Damascus, Syria — One of the capital's most popular souks, Hamadiyah, is sheltered by a bullet-ridden half-arc roof. The bullet holes are French-mandate leftovers. The holes allow rain to seep in spoiling trade, but they haven't brought the roof down.
Likewise, the revolt by the population of the northen city of Hama has wounded the credibility of Syrian President Hafez Assad's regime, but it has not inflicted mortal damage. And Mr. Assad and his 12-year-old minority Alawite government are here to stay for the time being.
The explosion of violence in Hama, say Western diplomats here, came after two months of mounting tension. Government forces had been conducting house-to-house searches for weapons and members of the outlawed fundamentalist group, the Muslim Brotherhood, according to Information Minister Ahmed Iskander Ahmed.
Diplomats report that one such search patrol was attacked, sparking a repressive military crackdown. In turn, that sent the people into the streets Feb. 2 armed with stolen weapons, knives, and sticks to battle their own army.
Two weeks later that battle is still raging. But the specifics of who has done what to whom are impossible to pin down. Western journalists have been banned from even driving on the highways leading toward Hama.
The Syrian press has carried only brief renditions of Information Minister Iskander's official explanation of the trouble. The streets are rife with rumor as Syrians, starved for information, pass on third- and fourth-hand accounts which sound enormously exaggerated.
Whatever the facts, Western diplomats agree that this is the most serious internal problem Mr. Assad has encountered. ''It is big and bad,'' one diplomat said simply.
However, one point in Assad's favor is that the fighting has not spread. Secondly, Hama has a 200-year old tradition of rebellion.
The rich, mostly Sunni Muslims of Hama have been angry at the ruling Alawite Muslims since 1966. That was when the Alawites moved their poor peasants onto the al-Ghab plain, disposessing the Hamawis. In this sense, Hama is special and not necessarily a barometer of the rest of the country.
Why then has the government apparently reacted so violently to an insurgency in a city of 170,000 noted for rebellion, but not for successful rebellion?
It is because this time the pot has been stirred by the Muslim Brotherhood which has sworn to overthrow Assad. It aims at a Khomeini-like turnaround of life in Syria.

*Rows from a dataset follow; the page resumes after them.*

def test_sum_of_angles_helix_in_plane_only():
    # With TP forced to 0 (points marked straight), only the in-plane angles remain: their sum per
    # length tends to the curvature a/(a^2+b^2) (Bullitt 2003 IP term; kappa from METHODS.md).
    a, b, n = 10.0, 3.0, 10001
    soam = sum_of_angles(_helix_points(a, b, 2, n), straight=np.ones(n, bool))
    assert soam == pytest.approx(a / (a**2 + b**2), rel=5e-4)


def test_sum_of_angles_straight_line():
    # A straight line turns by nothing: SOAM = 0 (Bullitt 2003). Rounding in arccos near 1 leaves
    # at most ~1e-8 rad per angle, so the bound 1e-6 rad/mm at a 0.1 mm step.
    u = np.array([1.0, 2.0, 3.0]) / np.sqrt(14.0)
    s = np.linspace(0.0, 30.0, 301)
    pts = np.array([1.0, -2.0, 0.5]) + s[:, None] * u
    assert 0.0 <= sum_of_angles(pts) < 1e-6


@pytest.mark.parametrize("radius", [3.0, 7.0])
def test_sum_of_angles_closed_circle(radius):
    # Planar circle: SOAM = 1/R (METHODS.md limit with tau = 0). With n equally spaced points on a
    # closed circle each angle is 2 pi / n and each chord 2 R sin(pi / n), so the sampled value is
    # (1/R) (pi/n) / sin(pi/n), high by (pi/n)^2 / 6 = 1.6e-6 at n = 1000.
    n = 1000
    th = 2 * np.pi * np.arange(n) / n
    pts = np.stack([radius * np.cos(th), radius * np.sin(th), np.zeros(n)], axis=1)
    exact_discrete = (np.pi / n) / np.sin(np.pi / n) / radius
    assert sum_of_angles(pts, closed=True) == pytest.approx(exact_discrete, rel=1e-6)
    assert sum_of_angles(pts, closed=True) == pytest.approx(1 / radius, rel=2e-6)


def test_sum_of_angles_open_circle_arc():
    # Open planar arc of a circle (three quarters): SOAM -> 1/R, low by about 2/(n-1) (missing end angles).
    R, n = 5.0, 3001
    th = np.linspace(0.0, 1.5 * np.pi, n)
    pts = np.stack([R * np.cos(th), R * np.sin(th), np.zeros(n)], axis=1)
    assert sum_of_angles(pts) == pytest.approx(1 / R, rel=1e-3)


def test_sum_of_angles_too_few_points():
    # Four points are the minimum for one torsional angle (METHODS.md definition): NaN below that.
    assert np.isnan(sum_of_angles(np.zeros((3, 3)) + np.arange(3)[:, None]))


# --------------------------------------------------------------------------- inflections

_t = sp.symbols("t", real=True)


def _planar_frame(r: sp.Matrix, t: np.ndarray) -> tuple[np.ndarray, np.ndarray, np.ndarray]:
    """Arc length, curvature and binormal of r(t) from sympy derivatives (do Carmo 1-5).

    N = (dT/dt) / |dT/dt| with T = r' / |r'|; B = T x N; kappa = |r' x r''| / |r'|^3.
    """
    d1, d2 = r.diff(_t), r.diff(_t, 2)
    speed = sp.sqrt(d1.dot(d1))
    c = d1.cross(d2)
    kappa = sp.sqrt(c.dot(c)) / speed**3
    dT = (d1 / speed).diff(_t)

    def ev(e):
        return np.broadcast_to(np.asarray(sp.lambdify(_t, e, "numpy")(t), float), t.shape)

    sp_ = ev(speed)
    arc = cumulative_trapezoid(sp_, t, initial=0.0)
    dtv = np.stack([ev(dT[i]) for i in range(3)], axis=1)
    with np.errstate(invalid="ignore", divide="ignore"):
        normal = dtv / np.linalg.norm(dtv, axis=1, keepdims=True)
    tangent = np.stack([ev(d1[i]) for i in range(3)], axis=1) / sp_[:, None]
    return arc, ev(kappa), np.cross(tangent, normal)


@pytest.mark.parametrize("periods", [1, 2, 3, 5])
@pytest.mark.parametrize(("amplitude", "wavelength"), [(4.0, 40.0), (2.0, 15.0)])
def test_inflections_sinusoid(periods, amplitude, wavelength):
    # METHODS.md: N wavelengths of y = A sin(2 pi x / lambda) have 2N - 1 interior inflections.
    A, lam = amplitude, wavelength
    r = sp.Matrix([_t, A * sp.sin(2 * sp.pi * _t / lam), 0])
    t = np.linspace(0.0, periods * lam, 400 * periods + 1)
    arc, kappa, binormal = _planar_frame(r, t)
    kmax = A * (2 * np.pi / lam) ** 2  # METHODS.md kappa_max
    assert kappa.max() == pytest.approx(kmax, rel=1e-6)
    n = count_inflections(arc, kappa, binormal, floor=0.1 * kmax)
    assert n == 2 * periods - 1


def test_inflections_helix_none():
    # A helix has constant curvature and N never reverses: no inflections (METHODS.md).
    a, b = 10.0, 3.0
    r = sp.Matrix([a * sp.cos(_t), a * sp.sin(_t), b * _t])
    t = np.linspace(0.0, 6 * np.pi, 3001)
    arc, kappa, binormal = _planar_frame(r, t)
    assert count_inflections(arc, kappa, binormal, floor=0.01) == 0


@pytest.mark.parametrize("closed", [True, False])
def test_inflections_circle_none(closed):
    # A circle (open arc or closed loop) never inflects: N always points at the centre.
    R = 6.0
    r = sp.Matrix([R * sp.cos(_t), R * sp.sin(_t), 0])
    t = 2 * np.pi * np.arange(2000) / 2000 if closed else np.linspace(0, 1.8 * np.pi, 2000)
    arc, kappa, binormal = _planar_frame(r, t)
    assert count_inflections(arc, kappa, binormal, floor=0.01, closed=closed) == 0


def test_inflections_end_exclusion():
    # Three wavelengths: the 5 interior inflections sit at x = lambda/2, lambda, ..., 5 lambda/2
    # (METHODS.md). Excluding a little over lambda/2 of arc at each end drops the first and last.
    A, lam = 4.0, 40.0
    r = sp.Matrix([_t, A * sp.sin(2 * sp.pi * _t / lam), 0])
    t = np.linspace(0.0, 3 * lam, 1201)
    arc, kappa, binormal = _planar_frame(r, t)
    s_half = np.interp(lam / 2, t, arc)
    floor = 0.1 * A * (2 * np.pi / lam) ** 2
    assert count_inflections(arc, kappa, binormal, floor=floor, end_exclusion_mm=0.9 * s_half) == 5
    assert count_inflections(arc, kappa, binormal, floor=floor, end_exclusion_mm=1.1 * s_half) == 3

A few months ago, Minister of Information Iskander said the brotherhood's back had been broken - four to five years after it had begun attacking the government. However, a string of bombings in the capital and skirmishes in provincial cities such as Hama suggested otherwise. The last two weeks in Hama have tended to disprove this thesis definitively.
Mr. Assad's regime is known for using brutal methods against the Muslim Brotherhood. Therefore reports that the Army has used 130 mm. artillery against the Hamawis - as well as helicopters to strafe, if not perhaps fire rockets, at them - cannot be dismissed easily.

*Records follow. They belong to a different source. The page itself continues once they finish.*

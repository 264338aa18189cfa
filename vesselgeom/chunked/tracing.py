"""Branch geometry in parallel tasks, each reading one sub-volume per group of nearby branches.

Every branch needs the box around its skeleton path plus a margin of :data:`MARGIN_RADII` times its
largest radius plus :data:`MARGIN_VOXELS` voxels: recentring samples discs of 1.5 radii plus a voxel, and
a terminal end is extended to where the mask ends, about a radius beyond the retracted skeleton.
:func:`group_branches` splits the branches into spatial groups whose boxes together fit in a box of at
most ``max_box_voxels`` (a branch whose own box is larger is a group alone). A task reads each group's
box once and labels its 26-connected pieces; the branches whose paths lie in the same pieces share one
mask (those pieces alone, holes filled: the in-memory pipeline traces each component on its own mask)
and are traced together by the in-memory pipeline's code (:func:`vesselgeom.centerline.trace_centerlines`
with :class:`~vesselgeom.crosssection.CrossSection` and :class:`~vesselgeom.radius.BoundaryDistance`),
which treats each branch of a batch independently of the others.

What a branch sees is therefore its component as far as it is connected within the group's box, which
holds the branch's own box: parts of the component that join it only outside the group's box are left
out, as are other components, and beyond the box's faces (at least the branch's margin away) there is
background. A task holds one group's box at a time: the mask, its int32 labels, and each mask's crop
with its background labels (int32) while holes are filled.
"""

from __future__ import annotations

from dataclasses import dataclass

import numpy as np
from scipy import ndimage

from vesselgeom import labelling
from vesselgeom.centerline import BranchInput, Centerline, trace_centerlines
from vesselgeom.chunked.allocator import prefer_mmap
from vesselgeom.chunked.sources import LazyVolume
from vesselgeom.crosssection import CrossSection, single_threaded
from vesselgeom.radius import BoundaryDistance
from vesselgeom.settings import Settings

__all__ = [
    "MARGIN_RADII",
    "MARGIN_VOXELS",
    "BranchJob",
    "branch_box",
    "branch_boxes",
    "group_branches",
    "trace_group",
    "trace_groups",
]

#: Box margin around a branch's path, in its largest radius, plus a few voxels (see module docstring).
MARGIN_RADII = 4.0
MARGIN_VOXELS = 4

_FULL = np.ones((3, 3, 3), dtype=bool)


@dataclass(frozen=True)
class BranchJob:
    """One branch to trace: its path in global index space, its ends, and its largest radius (mm)."""

    path: np.ndarray
    closed: bool
    free_start: bool
    free_end: bool
    max_radius_mm: float


def branch_box(job: BranchJob, affine: np.ndarray) -> tuple[np.ndarray, np.ndarray]:
    """Index box ``[lo, hi)`` a branch needs: its path's bounding box plus the margin."""
    lo, hi = branch_boxes([job], affine)
    return lo[0], hi[0]


def branch_boxes(jobs: list[BranchJob], affine: np.ndarray) -> tuple[np.ndarray, np.ndarray]:
    """Index boxes ``[lo, hi)`` of many branches, two (n, 3) int arrays (see :func:`branch_box`)."""
    spacing = np.linalg.norm(np.asarray(affine)[:3, :3], axis=0)
    lo = np.zeros((len(jobs), 3), np.int64)
    hi = np.zeros((len(jobs), 3), np.int64)
    for i, job in enumerate(jobs):
        margin_mm = MARGIN_RADII * job.max_radius_mm + MARGIN_VOXELS * float(spacing.max())
        margin = np.ceil(margin_mm / spacing).astype(np.int64)
        lo[i] = np.floor(job.path.min(axis=0)).astype(np.int64) - margin
        hi[i] = np.ceil(job.path.max(axis=0)).astype(np.int64) + margin + 1
    return lo, hi


def group_branches(
    lo: np.ndarray, hi: np.ndarray, *, max_box_voxels: float, keys: np.ndarray | None = None
) -> list[np.ndarray]:
    """Split branches into spatial groups whose common box holds at most ``max_box_voxels`` voxels.

    Parameters
    ----------
    lo, hi : (n, 3) int arrays
        Each branch's box ``[lo, hi)`` in index space (:func:`branch_boxes`).
    max_box_voxels : float
        Largest volume (voxels) of a group's box; a branch whose own box is larger is a group alone.
    keys : (n,) int array, optional
        Branches with different keys are never grouped together (the component of each branch: a
        group's branches then share one mask and are traced in one call).

    Returns
    -------
    list of int arrays
        Branch indices of each group, ascending within a group; groups by key (ascending), then in the
        order of a recursive halving of the set along the longest side of its box (neighbouring groups
        are near each other). The result depends only on the boxes and keys, not on where or how the
        tasks run.
    """
    lo = np.asarray(lo, np.int64).reshape(-1, 3)
    hi = np.asarray(hi, np.int64).reshape(-1, 3)
    keys = np.zeros(len(lo), np.int64) if keys is None else np.asarray(keys).reshape(-1)
    centre = lo + hi  # twice the centre, exact in integers
    out: list[np.ndarray] = []
    uniq, inverse = np.unique(keys, return_inverse=True)
    order = np.argsort(inverse, kind="stable")
    bounds = np.r_[0, np.cumsum(np.bincount(inverse, minlength=len(uniq)))]
    stack = [order[bounds[k] : bounds[k + 1]] for k in range(len(uniq) - 1, -1, -1)]
    while stack:
        idx = stack.pop()
        if not len(idx):
            continue
        side = hi[idx].max(axis=0) - lo[idx].min(axis=0)
        if len(idx) == 1 or float(np.prod(side.astype(float))) <= max_box_voxels:
            out.append(np.sort(idx))
            continue
        axis = int(np.argmax(side))
        order = idx[np.argsort(centre[idx, axis], kind="stable")]
        half = len(order) // 2
        stack.append(order[half:])  # popped second: the first half comes out first
        stack.append(order[:half])
    return out


def _piece(
    labels: np.ndarray, objects: list, ids: tuple[int, ...], *, fill: bool
) -> tuple[np.ndarray, np.ndarray]:
    """The pieces ``ids`` of a labelled box, cropped to their bounding box plus one voxel of background.

    Returns the mask and the index of its voxel [0, 0, 0] in the box. The rest of the box is background
    for these pieces, so cropping changes nothing; where a piece reaches the box's face, the border
    voxel lies outside the box and is background (beyond the box nothing is known; its faces are at
    least a branch's margin away from every branch traced on it).
    """
    if not ids:
        return np.zeros((3, 3, 3), bool), np.zeros(3, np.int64)
    a = np.min([[s.start for s in objects[i - 1]] for i in ids], axis=0)
    b = np.max([[s.stop for s in objects[i - 1]] for i in ids], axis=0)
    crop = labels[tuple(slice(int(x), int(y)) for x, y in zip(a, b, strict=True))]
    piece = np.zeros(tuple(b - a + 2), bool)
    inner = piece[1:-1, 1:-1, 1:-1]
    if len(ids) == 1:
        np.equal(crop, ids[0], out=inner)
    else:
        inner[...] = np.isin(crop, ids)
    if fill:
        piece = labelling.fill_holes(piece)
    return piece, (a - 1).astype(np.int64)


def trace_group(
    vol: LazyVolume, jobs: list[BranchJob], *, voxel_mm: float, settings: Settings
) -> list[Centerline | None]:
    """Trace a group of nearby branches from one box of the volume.

    The box is the union of the branches' own boxes (:func:`branch_box`). Each branch is traced on the
    26-connected pieces of the box that hold its path voxels (holes filled when ``settings.fill_holes``);
    branches on the same pieces are traced in one call. Returns one centreline (or None) per job, in order.
    """
    if not jobs:
        return []
    lo, hi = branch_boxes(jobs, vol.affine)
    lo, hi = lo.min(axis=0), hi.max(axis=0)
    m = vol.read_box(lo, hi)
    labels, _ = ndimage.label(m, structure=_FULL)
    del m
    keys: dict[tuple[int, ...], list[int]] = {}
    for i, job in enumerate(jobs):
        inside = np.rint(job.path - lo).astype(np.int64)
        ids = np.unique(labels[tuple(inside.T)])
        keys.setdefault(tuple(ids[ids > 0].tolist()), []).append(i)
    objects = ndimage.find_objects(labels)
    linear, shift = vol.affine[:3, :3], vol.affine[:3, 3]
    out: list[Centerline | None] = [None] * len(jobs)
    for ids, members in keys.items():
        piece, offset = _piece(labels, objects, ids, fill=settings.fill_holes)
        aff = vol.affine.copy()
        aff[:3, 3] = linear @ (lo + offset) + shift
        branches = [
            BranchInput(jobs[i].path @ linear.T + shift, jobs[i].closed, jobs[i].free_start, jobs[i].free_end)
            for i in members
        ]
        lines = trace_centerlines(
            branches,
            section=CrossSection(piece, aff),
            boundary=BoundaryDistance(piece, aff),
            voxel_mm=voxel_mm,
            settings=settings,
        )
        del piece
        for i, cl in zip(members, lines, strict=True):
            out[i] = cl
    return out


def trace_groups(
    vol: LazyVolume, groups: list[list[BranchJob]], *, voxel_mm: float, settings: Settings
) -> list[list[Centerline | None]]:
    """Trace several groups one box at a time (one Dask task): :func:`trace_group` for each.

    Single-threaded inside (the tasks themselves run in parallel, one per core).
    """
    prefer_mmap()  # also in worker processes of a distributed cluster
    with single_threaded():
        return [trace_group(vol, jobs, voxel_mm=voxel_mm, settings=settings) for jobs in groups]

The threat of the brotherhood has meant security forces, uniformed and plain-clothed, abound here with ever watchful eyes and ears. And although this has caused resentment among Syrian citizens, there are no signs of large-scale defections to the brotherhood.
Syrians and diplomats say that fears of what the Muslim group would do with power are still greater than fears of Assad's government.

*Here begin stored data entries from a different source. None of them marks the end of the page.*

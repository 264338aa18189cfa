"""``analyze_chunked``: the single-mask pipeline for masks larger than memory, on Dask.

Stages (each a set of Dask tasks unless noted):

1. *survey*: per chunk, the foreground count and the largest depth (city-block distance to background),
   read with a small probe margin that doubles until no chunk saturates it;
2. *thin*: per chunk, thinning with a halo of :data:`~vesselgeom.chunked.thinning.HALO_DEPTHS` depths,
   keeping the core's skeleton voxels with their radius;
3. *stitch* (in the client): one graph from the union of core voxels, split into components;
   radius at every junction from a sub-volume around it (tasks); spur pruning per component;
4. *trace*: groups of nearby branches of one component, each group read as one box
   (:mod:`vesselgeom.chunked.tracing`), a few groups per task;
5. *measure* (in the client, while tracing runs): each task's centrelines go to
   :class:`~vesselgeom.tabulate.TableBuilder` as the task finishes and are dropped, their point rows
   to files in a scratch folder; junction rows once every branch is in; rows put in branch-id order
   at the end, the points table mapped from its files. The same tables as :func:`vesselgeom.analyze`.

The client holds the skeleton voxels (until tracing starts), the graph, the branch and junction rows
and the results of at most :data:`~vesselgeom.chunked.scheduling.IN_FLIGHT_PER_WORKER` tasks per worker
(in proportion to the skeleton and the number of branches, not the volume or the output points); each
task holds one box at a time.
"""

from __future__ import annotations

import os
import platform
import tempfile
import time
import warnings
from collections.abc import Callable
from typing import Any

import numpy as np
import pandas as pd

from vesselgeom import __version__
from vesselgeom.chunked.allocator import prefer_mmap, return_freed_memory
from vesselgeom.chunked.scheduling import PROCESS_OVERHEAD_MB, delayed, executor, shared
from vesselgeom.chunked.sources import LazyVolume, open_lazy
from vesselgeom.chunked.stitch import SkeletonVoxels, branch_max_radius, junction_radii, split_components
from vesselgeom.chunked.thinning import (
    HALO_DEPTHS,
    chunk_boxes,
    default_halo,
    survey_chunk,
    task_bytes_per_voxel,
    thin_chunk,
)
from vesselgeom.chunked.tracing import BranchJob, branch_boxes, group_branches, trace_groups
from vesselgeom.errors import InputError, VesselgeomWarning
from vesselgeom.graph import prune_spurs
from vesselgeom.io.affine import orientation, voxel_sizes, voxel_volume
from vesselgeom.measure import BranchContext
from vesselgeom.pipeline import CAUTION, Result, branch_kinds_and_edges, derived_values
from vesselgeom.pointstore import check_folder, in_memory_folder
from vesselgeom.settings import Settings
from vesselgeom.tabulate import TableBuilder

__all__ = ["analyze_chunked", "PROCESS_OVERHEAD_MB", "BRANCHES_PER_TASK"]

#: Branches traced by one task, at least (whole groups of nearby branches, each group read as one box;
#: a group larger than this is a task of its own).
BRANCHES_PER_TASK = 32
_FIRST_PROBE = 16  # voxels, at most; chunk_size // 8 for small chunks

Also, Assad himself still enjoys personal popularity as a father-like figure. His brother, Rifat Assad, who heads the internal security forces, is blamed for the excesses, diplomats here say.
If the civilian casualties in Hama are as high as rumors suggest (3,000 on the civilian side killed and wounded) these diplomats wonder whether that will make people think again about who is to blame.
As for the economy, it could be worse and development projects are materializing. Syria is currently short of foreign currency, but the Arabs, notably Saudi Arabia, often help balance the books.
Moreover, Assad is not criticized for his foreign policy. Diplomats here are convinced the Syrians see him as the man to lead the country in the Arab-Israeli conflict.
Nonetheless, the government is nervous. Guards in front of government buildings and homes of officials have been increased. Entire roads leading to these places have been sealed off and buttressed by retaining walls to deter car bombs.
And Hama has not helped the government's jitters - even though there has never been any doubt about which side would win.